_Input records_.
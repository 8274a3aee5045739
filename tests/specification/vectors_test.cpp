// The library against the second implementation: every mapping and law of
// tests/golden/vectors.json, which tests/specification/second_implementation.py wrote. (Addresses
// and words of streams: tests/streams/path_test.cpp.)

#include "leat/distributions/exponential.hpp"
#include "leat/distributions/normal.hpp"
#include "leat/streams/source.hpp"
#include "leat/testing/engines.hpp"
#include "leat/uniform/uniform_integer.hpp"
#include "leat/uniform/unit.hpp"
#include "leat/uniform/words.hpp"

#include <gtest/gtest.h>
#include <nlohmann/json.hpp>

#include <bit>
#include <cstddef>
#include <cstdint>
#include <fstream>
#include <set>
#include <string>

namespace {

using leat::ends;
using nlohmann::json;

json section(const char* name) {
    std::ifstream file(std::string(LEAT_TEST_DIR) + "/golden/vectors.json");
    return json::parse(file).at(name);
}

std::uint64_t from_hex(const json& text) {
    return std::stoull(text.get<std::string>(), nullptr, 16);
}

/// The stream of a row; these paths are a text and an integer.
leat::stream stream_of(const json& row) {
    const json& path = row.at("path");
    return leat::source(row.at("seed").get<std::uint64_t>())
        .stream(path.at(0).get<std::string>(), path.at(1).get<std::uint64_t>());
}

/// An engine of `Values` values from `Smallest` on, made of a stream's words.
template <std::uint64_t Values, std::uint64_t Smallest>
struct ranged {
    using result_type = std::uint64_t;
    static constexpr result_type min() { return Smallest; }
    static constexpr result_type max() { return Smallest + (Values - 1); }
    result_type operator()() { return Smallest + words() % Values; }

    leat::stream words;
};

template <std::uint64_t Values, std::uint64_t Smallest>
void check_words(const json& row) {
    SCOPED_TRACE(row.dump());
    ASSERT_EQ(row.at("values"), Values);
    ASSERT_EQ(row.at("smallest"), Smallest);
    ranged<Values, Smallest> g{stream_of(row)};
    ASSERT_EQ(row.at("word64").size(), row.at("word32").size());
    for (std::size_t i = 0; i < row.at("word64").size(); ++i) {
        EXPECT_EQ(leat::word64(g), from_hex(row.at("word64").at(i)));
        EXPECT_EQ(leat::word32(g), from_hex(row.at("word32").at(i)));
    }
    EXPECT_EQ(g.words.position(), row.at("position"));
}

TEST(Vectors, WordsOfEnginesOfAnyRange) {
    const json rows = section("words");
    ASSERT_EQ(rows.size(), 8u);
    check_words<6, 1>(rows.at(0));
    check_words<57, 3>(rows.at(1)); // rejects
    check_words<2, 0>(rows.at(2));
    check_words<256, 0>(rows.at(3));
    check_words<2147483646, 1>(rows.at(4));
    check_words<4294967296, 0>(rows.at(5));
    check_words<4294967295, 1>(rows.at(6));
    check_words<18446744073709551615u, 1>(rows.at(7));
}

template <ends Ends>
void check_unit(const json& row, const char* name) {
    SCOPED_TRACE(name);
    leat::scripted g{from_hex(row.at("word")), 0};
    EXPECT_EQ(std::bit_cast<std::uint64_t>(leat::unit<double, Ends>(g)),
              from_hex(row.at("double").at(name)));
    EXPECT_EQ(g.asked(), 1u);
    leat::scripted again{from_hex(row.at("word")), 0};
    EXPECT_EQ(std::bit_cast<std::uint32_t>(leat::unit<float, Ends>(again)),
              from_hex(row.at("float").at(name)));
    EXPECT_EQ(again.asked(), 1u);
}

TEST(Vectors, Unit) {
    const json rows = section("unit");
    ASSERT_GE(rows.size(), 30u);
    for (const json& row : rows) {
        SCOPED_TRACE(row.dump());
        check_unit<ends::open>(row, "open");
        check_unit<ends::closed_open>(row, "closed_open");
        check_unit<ends::open_closed>(row, "open_closed");
        check_unit<ends::closed>(row, "closed");
    }
}

/// The row's values from uniform_integer<Int>, whatever the type they are drawn as.
template <class Int>
void check_uniform_integer(const json& row) {
    const leat::uniform_integer<Int> law(row.at("lo").get<Int>(), row.at("hi").get<Int>());
    leat::stream s = stream_of(row);
    for (const json& value : row.at("values")) {
        EXPECT_EQ(law(s), value.get<Int>());
    }
    EXPECT_EQ(s.position(), row.at("position"));
}

TEST(Vectors, UniformInteger) {
    const json rows = section("uniform_integer");
    int rejected = 0;
    for (const json& row : rows) {
        SCOPED_TRACE(row.dump());
        const bool is_signed = row.at("lo").get<double>() < 0;
        if (is_signed) {
            check_uniform_integer<std::int64_t>(row);
        } else {
            check_uniform_integer<std::uint64_t>(row);
        }
        if (row.at("hi").get<double>() < 0x1p31) { // the type does not matter
            check_uniform_integer<std::int32_t>(row);
        }
        rejected += row.at("position") > row.at("values").size() ? 1 : 0;
    }
    EXPECT_GE(rows.size(), 12u);
    EXPECT_GE(rejected, 3) << "ranges of 32 and of 64 bits in which words are rejected";
}

TEST(Vectors, Below) {
    const json rows = section("below");
    ASSERT_GE(rows.size(), 9u);
    for (const json& row : rows) {
        SCOPED_TRACE(row.dump());
        leat::stream s = stream_of(row);
        for (const json& value : row.at("values")) {
            EXPECT_EQ(leat::below(row.at("n").get<std::uint64_t>(), s), value);
        }
        EXPECT_EQ(s.position(), row.at("position"));
    }
}

/// The draws of a row, to the bit, and the words they consume.
template <class Law>
void check_law(const json& row, const Law& law, std::set<std::string>& branches) {
    SCOPED_TRACE(row.dump());
    leat::stream s = stream_of(row);
    s.seek(row.at("word").get<std::uint64_t>());
    for (const json& value : row.at("values")) {
        EXPECT_EQ(std::bit_cast<std::uint64_t>(law(s)), from_hex(value));
    }
    EXPECT_EQ(s.position(), row.at("position"));
    for (const json& branch : row.at("branches")) {
        branches.insert(branch.get<std::string>());
    }
}

TEST(Vectors, Exponential) {
    std::set<std::string> branches;
    for (const json& row : section("exponential")) {
        check_law(row, leat::exponential(row.at("rate").get<double>()), branches);
    }
    EXPECT_EQ(branches, (std::set<std::string>{"tail", "wedge", "wedge, rejected"}));
}

TEST(Vectors, Normal) {
    std::set<std::string> branches;
    for (const json& row : section("normal")) {
        check_law(row, leat::normal(row.at("mean").get<double>(), row.at("sd").get<double>()),
                  branches);
    }
    EXPECT_EQ(branches,
              (std::set<std::string>{"tail", "tail, rejected", "wedge", "wedge, rejected"}));
}

} // namespace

_Assignment_. Please give the number of lines in the data above that include the string "section", and nothing else.

_Problem solution_. 7